Marbella: sun, yachts, and the stench of corruption
A soap opera trial involving a stellar cast of defendants and claims of bribery worth £577m has gripped Spain
In the glitzy Spanish resort of Marbella, people are concerned with many things: the state of the golf greens or which spa performs the best liposuction. But for nearly two decades, nobody seemed to worry about what was going on inside the town hall.
Certainly the builders were not complaining as they clogged the former fishing village with multimillion-euro concrete villas. Northern European sun-seekers were not interested either as they put down deposits for thousands of illegally built holiday retreats. And resident celebrities and royals, such as the late Saudi King Fahd, were probably too busy docking their yachts at Puerto Banús.
That may help explain why Spain is now witnessing the largest corruption trial in its history. More than 90 people, including two former mayors, 15 town councillors and a legion of builders, have been accused of giving and taking a total of €670m (£577m) in bribes, kickbacks in exchange for construction permits that transformed the once-charming strip of coast into a clone of Miami Beach. The scope of the alleged graft was so great that the entire town council had to be dissolved in 2006, when the police swoop began. Testimony in the trial began in December and evidence by the alleged mastermind started at Christmas. Its most recent development: Marbella Town hall was forced to sell its €5m planning office to help pay its debts.

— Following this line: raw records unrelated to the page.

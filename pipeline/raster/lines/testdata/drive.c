// Drives the line search over random pictures, for sanitizers and for comparing builds:
//   drive fuzz SEED ROUNDS
//   drive digest
//   drive time ROUNDS
#define _POSIX_C_SOURCE 199309L
#include <math.h>
#include <stdio.h>
#include <stdlib.h>
#include <string.h>
#include <time.h>

#include "../lines.h"

static uint64_t state = 1;

static uint64_t next(void) {
	state ^= state << 13;
	state ^= state >> 7;
	state ^= state << 17;
	return state;
}

static int below(int n) { return (int)(next() % (uint64_t)n); }

static double uniform(void) { return (double)(next() >> 11) / 9007199254740992.; }

static float normal(void) {
	double v = -6;
	for (int i = 0; i < 12; i++)
		v += uniform();
	return (float)v;
}

static uint64_t hash = 14695981039346656037u;

static void mix(const void *p, size_t n) { // FNV-1a
	for (const unsigned char *b = p; n > 0; n--)
		hash = (hash ^ *b++) * 1099511628211u;
}

static void load(ln_work *w, int width, int height, int half, int odd) {
	const int n = half ? 2 * width : width;
	float *a = malloc(sizeof *a * (size_t)n), *b = malloc(sizeof *b * (size_t)n);
	for (int y = 0; y < height; y++) {
		for (int x = 0; x < n; x++) {
			a[x] = normal() + (y == height / 2 ? 1.5f : 0);
			b[x] = odd && below(50) == 0 ? (float[]){NAN, INFINITY, -INFINITY, 3e38f, -3e38f}[below(5)] : normal();
		}
		ln_quantise(w, y, odd ? b : a, b, half);
	}
	free(a);
	free(b);
}

// One draw a statement here and below: compilers differ in the order of arguments.
static void erase(ln_work *w, int width, int height) {
	const int x1 = below(width + 40) - 20, x0 = below(width + 4) - 2, y = below(height + 4) - 2;
	ln_erase(w, y, x0, x1);
}

static void holes(ln_work *w, int width, int height) {
	for (int i = below(40); i > 0; i--)
		erase(w, width, height);
	if (below(2)) // a disc
		for (int y = 0; y < height; y++) {
			double dy = (y - height / 2.) / (height / 2.), half = dy * dy < 1 ? sqrt(1 - dy * dy) * width / 2 : 0;
			ln_erase(w, y, 0, (int)(width / 2. - half));
			ln_erase(w, y, (int)(width / 2. + half), width);
		}
}

static void part(ln_work *w, ln_stretch s, const int16_t *weights) {
	double scatter[LN_LEVELS] = {1, 1, 1};
	const int uneven = below(2);
	for (int i = 0; uneven && i < LN_LEVELS; i++)
		scatter[i] = 0.5 + 2 * uniform();
	int32_t ends[2] = {0};
	const int sign = below(2) ? 1 : -1, n = ln_part(w, s, weights, sign, scatter, ends, ends + 1);
	mix(&n, sizeof n);
	mix(ends, sizeof ends);
}

static void middles(void) {
	const int n = 1 + below(200), few = below(3);
	float *v = malloc(sizeof *v * (size_t)n);
	for (int i = 0; i < n; i++)
		v[i] = few ? (float)below(4) : normal();
	const double middle = ln_middle(v, n), median = ln_median(v, n);
	mix(&middle, sizeof middle);
	mix(&median, sizeof median);
	free(v);
}

static void around(ln_work *w, int width, int height, int rounds) {
	int16_t weights[LN_FRACTIONS * LN_ENTRY] = {0};
	for (int i = 0; i < LN_FRACTIONS; i++)
		for (int k = 0; k < LN_TAPS; k++) {
			int16_t *at = weights + i * LN_ENTRY;
			at[k] = (int16_t)below(LN_WEIGHT + 1);
			at[LN_SQUARES] = (int16_t)(at[LN_SQUARES] + at[k] * at[k]);
		}
	for (int i = 0; i < rounds; i++) {
		const int axis = below(2), length = axis ? width : height, wide = axis ? height : width;
		ln_stretch s = {.axis = axis, .a = below(length + 4) - 2, .b = below(length + 4) - 2, .ca = uniform() * (wide + 8) - 4, .cb = uniform() * (wide + 8) - 4};
		if (below(30) == 0)
			s.ca = below(2) ? NAN : 1e300;
		ln_total t = ln_sum(w, s, weights);
		mix(&t, sizeof t);
		if (s.b >= s.a) {
			ln_total *p = malloc(sizeof *p * (size_t)(s.b - s.a + 1));
			int n = ln_profile(w, s, weights, p);
			mix(p, sizeof *p * (size_t)n);
			free(p);
		}
		const int sign = below(2) ? 1 : -1, reach = below(3);
		s = ln_settle(w, s, weights, reach, 0.5, sign, &t);
		mix(&t, sizeof t);
		part(w, s, weights);
		middles();
		if (below(4) == 0)
			ln_erase_along(w, s, below(6));
	}
}

static void search(ln_work *w, int width, int height, double seed, int polarity) {
	ln_clear(w);
	for (int axis = 0; axis < 2; axis++) {
		const int across = axis ? width : height, tiles = ln_tiles(axis ? height : width);
		float *spread = malloc(sizeof *spread * (size_t)(2 * tiles * LN_LEVELS * LN_BINS));
		for (int first = 0; first == 0 || first + LN_ROWS <= across; first += 1 + LN_ROWS / 2 + below(LN_ROWS)) {
			if (ln_strip(w, axis, first, seed, polarity, spread))
				exit(1);
			mix(spread, sizeof *spread * (size_t)(2 * tiles * LN_LEVELS * LN_BINS));
		}
		free(spread);
	}
	int32_t n;
	const ln_hit *h = ln_hits(w, &n);
	for (int i = 0; i < n; i++) {
		const int32_t v[] = {h[i].x, h[i].first, h[i].t, h[i].value, h[i].pixels, h[i].axis, h[i].flipped};
		mix(v, sizeof v);
		mix(&h[i].sigmas, sizeof h[i].sigmas);
	}
}

static void one(int width, int height) {
	ln_work *w = ln_work_new(width, height);
	if (!w)
		exit(1);
	const int twice = 1 + below(2);
	for (int i = 0; i < twice; i++) {
		const int odd = below(3) == 0, half = below(2);
		load(w, width, height, half, odd);
		if (below(2))
			holes(w, width, height);
		const int polarity = below(3) - 1;
		search(w, width, height, 3 + 3 * uniform(), polarity);
		around(w, width, height, 40);
	}
	const int at = below(width) - LN_ROWS, n = 1 + below(LN_TILE < width + LN_ROWS - 1 - at - LN_ROWS ? LN_TILE : 16);
	int16_t *sums = malloc(sizeof *sums * LN_ROWS * (size_t)n);
	const int flipped = below(2), first = height > LN_ROWS ? below(height - LN_ROWS + 1) : 0;
	ln_sums(w, 0, first, flipped, at, n, sums);
	mix(sums, sizeof *sums * LN_ROWS * (size_t)n);
	free(sums);
	if (ln_work_bytes(w) <= 0)
		exit(1);
	ln_work_free(w);
}

static void measure(int rounds) {
	ln_work *w = ln_work_new(4000, 3000);
	float *spread = malloc(sizeof *spread * 2 * 8 * LN_LEVELS * LN_BINS);
	double best = 1e9;
	load(w, 4000, 3000, 0, 0);
	for (int i = 0; i < rounds; i++) {
		struct timespec a, b;
		clock_gettime(CLOCK_THREAD_CPUTIME_ID, &a);
		ln_clear(w);
		for (int axis = 0; axis < 2; axis++)
			for (int first = 0; first + LN_ROWS <= (axis ? 4000 : 3000); first += LN_ROWS)
				if (ln_strip(w, axis, first, 4.7, 1, spread))
					exit(1);
		clock_gettime(CLOCK_THREAD_CPUTIME_ID, &b);
		double ms = (double)(b.tv_sec - a.tv_sec) * 1e3 + (double)(b.tv_nsec - a.tv_nsec) / 1e6;
		best = ms < best ? ms : best;
	}
	printf("%.3f ms\n", best);
	free(spread);
	ln_work_free(w);
}

int main(int argc, char **argv) {
	if (argc > 2 && !strcmp(argv[1], "time")) {
		measure(atoi(argv[2]));
		return 0;
	}
	const int fuzz = argc > 3 && !strcmp(argv[1], "fuzz");
	state = fuzz ? strtoull(argv[2], 0, 10) * 2654435761u + 1 : 77;
	for (int i = fuzz ? atoi(argv[3]) : 12; i > 0; i--) {
		const int height = 1 + below(300);
		one(1 + below(i % 4 ? 400 : 1800), height);
		printf("%016llx\n", (unsigned long long)hash);
	}
	return 0;
}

"Everyone knew what was going on in Marbella, but everyone was benefiting from it too," said Andrés Walliser, a sociologist specialising in urban studies at the Cirem research institute in Madrid. "There is corruption elsewhere along the coast, but in Marbella, there was really big money. It is a hot spot for foreign capital and organised crime with the specific urban fabric: a sprawl of second residences that blurs the local population."
The trial resembles a soap opera with a surreal cast of defendants, including a German aristocrat, a former football team captain and the popular Flamenco singer, Isabel Pantoja, the widow of the dashing bullfighter Paquirri. She is accused of money laundering.
A spin-off case, dubbed Operation Goldfinger, involved the former estate of the James Bond star Sean Connery, now cluttered with 72 luxury homes. Sir Sean was summoned to give evidence last year but told the court he was too ill to travel. He was named as a witness and there is no suggestion he committed any crime.
Looming in the background of the case: the late Mayor Jesús Gil y Gil, a thrice-jailed developer and former president of Madrid's Atlético football team, who governed the town for 15 years from his Jacuzzi, gold chains glittering above his flabby belly.
The alleged mastermind of the money-for-votes system, the former urban-planning advisor Juan Antonio Roca, offered his much-awaited version of the saga last week.
Cool and composed, the stout man with greying sideburns known at the town hall as "the Boss" or "JR", after the character on the television show Dallas, denied accusations that he amassed his €2.4bn fortune in kickbacks and shady property deals. He carried out his case projecting documents from his laptop to a courthouse screen.
On Thursday, he denied police and media depictions of his ostentatious wealth, which allegedly included vintage cars, 275 paintings, a bull ranch, 100 purebred Andalusian horses and a mansion decorated with stuffed lions, giraffes and other wild game. Mr Roca reportedly sold much of his estate to pay legal fees and debts. "They've portrayed me as an eccentric guy without scruples who kills animals, cuts their heads off and hangs them out to dry," Mr Roca said. He even addressed the butt of many jokes in Spain: a supposed painting by Miró that police found hanging above his steamy spa bath. It was only a copy, he told the court.
The trial is the most visible sign of the crackdown against corruption in the country's freewheeling coastal towns; common wisdom is that political corruption in the Costa del Sol is as inevitable as sunburn or a pesky insect that the justice system swats half-heartedly but mostly ignores.
One of the defendants is the former Marbella police chief and another is a judge found guilty in 2008 of taking bribes from Mr Roca. Since the Marbella arrests in 2006, police have launched smaller-scale corruption investigations in the resort towns of Mallorca and Valencia and in the Canary Islands.
Local environmentalists, among the lone voices against Marbella's unchecked building spree, hope the trial deters future graft, but they do not expect much to change. Nearly all of the 18,500 homes built with illegal permits have been "normalised" in exchange fees or donated land from their developers, said Javier de Luis, president of the Marbella branch of the national environmental group, Ecologists in Action. He does not expect to see most of the prominent defendants behind bars. "They've hired the best law firms in Spain – they'll eat the prosecution with potatoes," he said. "The damage that they caused with this development barbarity wouldn't be cured with a trial." The case continues.